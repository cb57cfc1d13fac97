import { describe, expect, it } from 'vitest';
import { chiSquareCdf, chiSquareQuantile, chiSquareTwoSidedPValue, fCdf, fQuantile } from './statistics';
import { STATISTICS_CHECKS } from '../validation/checks/statistics-checks';
import { itPassesReferenceChecks } from '../validation/reference-check-tests';

describe('F distribution', () => {
  // Upper 5 % critical values F(ν1, ν2) to half a unit of the table's last decimal. Rows ν2 = 1..3: table "F Distribution"
  // at atozmath.com/CONM/DistributionTables.aspx (4 decimals; retrieved with the search tool). Rows ν2 = 10, 12, 20:
  // NIST/SEMATECH e-Handbook of Statistical Methods, §1.3.6.7.3 (3 decimals; from memory). Registry entries statistics.f95.*.
  itPassesReferenceChecks(STATISTICS_CHECKS.filter((c) => c.id.startsWith('statistics.f95.')));

  it('for ν1 = 2 matches the closed form F = (ν2/2)(α^(−2/ν2) − 1) (from the CDF 1 − (1 + 2x/ν2)^(−ν2/2); Johnson, Kotz & Balakrishnan 1995, ch. 27)', () => {
    for (const d2 of [1, 4, 12, 57, 300]) {
      const exact = (d2 / 2) * (0.05 ** (-2 / d2) - 1);
      expect(fQuantile(0.95, 2, d2) / exact - 1).toBeLessThan(1e-10);
      expect(fCdf(exact, 2, d2)).toBeCloseTo(0.95, 12);
    }
  });

  it('rejects bad probabilities and degrees of freedom', () => {
    expect(() => fQuantile(1, 2, 3)).toThrow('probability must lie strictly between 0 and 1, got 1');
    expect(() => fQuantile(0.95, 0, 3)).toThrow('d1 must be a positive finite number, got 0');
    expect(() => fCdf(1, 2, -3)).toThrow('d2 must be a positive finite number, got -3');
  });
});

describe('χ² distribution', () => {
  // Upper 5 % critical values: NIST/SEMATECH e-Handbook §1.3.6.7.4 "Critical Values of the Chi-Square Distribution"
  // (from memory), to half a unit of the third decimal. Registry entries statistics.chi2-95.*.
  itPassesReferenceChecks(STATISTICS_CHECKS.filter((c) => c.id.startsWith('statistics.chi2-95.')));

  it('for ν = 2 matches the closed form −2 ln α (the exponential distribution)', () => {
    expect(chiSquareQuantile(0.95, 2)).toBeCloseTo(-2 * Math.log(0.05), 10);
    expect(chiSquareCdf(3, 2)).toBeCloseTo(1 - Math.exp(-1.5), 13);
  });

  it('two-sided p-value is 1 at the median and small far out in either tail', () => {
    const median = chiSquareQuantile(0.5, 12);
    expect(chiSquareTwoSidedPValue(median, 12)).toBeCloseTo(1, 8);
    expect(chiSquareTwoSidedPValue(chiSquareQuantile(0.995, 12), 12)).toBeCloseTo(0.01, 8);
    expect(chiSquareTwoSidedPValue(chiSquareQuantile(0.001, 12), 12)).toBeCloseTo(0.002, 8);
  });
});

How to complete this task =>
Copy, without any change, the lines above from the one containing "const median = chiSquareQuantile(0.5, 12);" to the end, both ends included. Add nothing else.

Answer below =>
    const median = chiSquareQuantile(0.5, 12);
    expect(chiSquareTwoSidedPValue(median, 12)).toBeCloseTo(1, 8);
    expect(chiSquareTwoSidedPValue(chiSquareQuantile(0.995, 12), 12)).toBeCloseTo(0.01, 8);
    expect(chiSquareTwoSidedPValue(chiSquareQuantile(0.001, 12), 12)).toBeCloseTo(0.002, 8);
  });
});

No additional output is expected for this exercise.